Nucleic acids are biopolymers, or large biomolecules, essential to all known forms of life. They are composed of monomers, which are nucleotides made of three components: a 5-carbon sugar, a phosphate group, and a nitrogenous base. If the sugar is a simple ribose, the polymer is RNA (ribonucleic acid); if the sugar is derived from ribose as deoxyribose, the polymer is DNA (deoxyribonucleic acid).

Nucleic acids are arguably the most important of all biomolecules. They are found in abundance in all living things, where they function to create and encode and then store information in the nucleus of every living cell of every life-form organism on Earth. Nucleic acids are the main information-carrying molecules of the cell, and, by directing the process of protein synthesis, they determine the inherited characteristics of every living thing.

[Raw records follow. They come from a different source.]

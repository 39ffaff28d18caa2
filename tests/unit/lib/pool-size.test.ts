// The database pool's size comes from SHUNTWISE_DB_POOL_MAX: 10 when unset, a clear error when it is
// not a usable number (the server refuses to start rather than run with a pool it was not given).
import { describe, expect, it } from "vitest";
import { poolMax } from "@/db";

describe("database pool size", () => {
  it("is 10 unless set, and the number given otherwise", () => {
    expect(poolMax(undefined)).toBe(10);
    expect(poolMax("")).toBe(10);
    expect(poolMax("25")).toBe(25);
  });

  it("refuses what is not a whole number from 1 to 1000, naming the variable", () => {
    for (const bad of ["0", "-3", "2.5", "ten", "1001"]) expect(() => poolMax(bad)).toThrow(/SHUNTWISE_DB_POOL_MAX/);
  });
});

In turn, they function to transmit and express that information inside and outside the cell nucleus—to the interior operations of the cell and ultimately to the next generation of each living organism. The encoded information is contained and conveyed via the nucleic acid sequence, which provides the 'ladder-step' ordering of nucleotides within the molecules of RNA and DNA. Strings of nucleotides are bonded to form helical backbones—typically, one for RNA, two for DNA—and assembled into chains of base-pairs selected from the five primary, or canonical, nucleobases, which are: adenine, cytosine, guanine, thymine, and uracil; note, thymine occurs only in DNA and uracil only in RNA. Using amino acids and the process known as protein synthesis,[3] the specific sequencing in DNA of these nucleobase-pairs enables storing and transmitting coded instructions as genes. In RNA, base-pair sequencing provides for manufacturing new proteins that determine the frames and parts and most chemical processes of all life forms.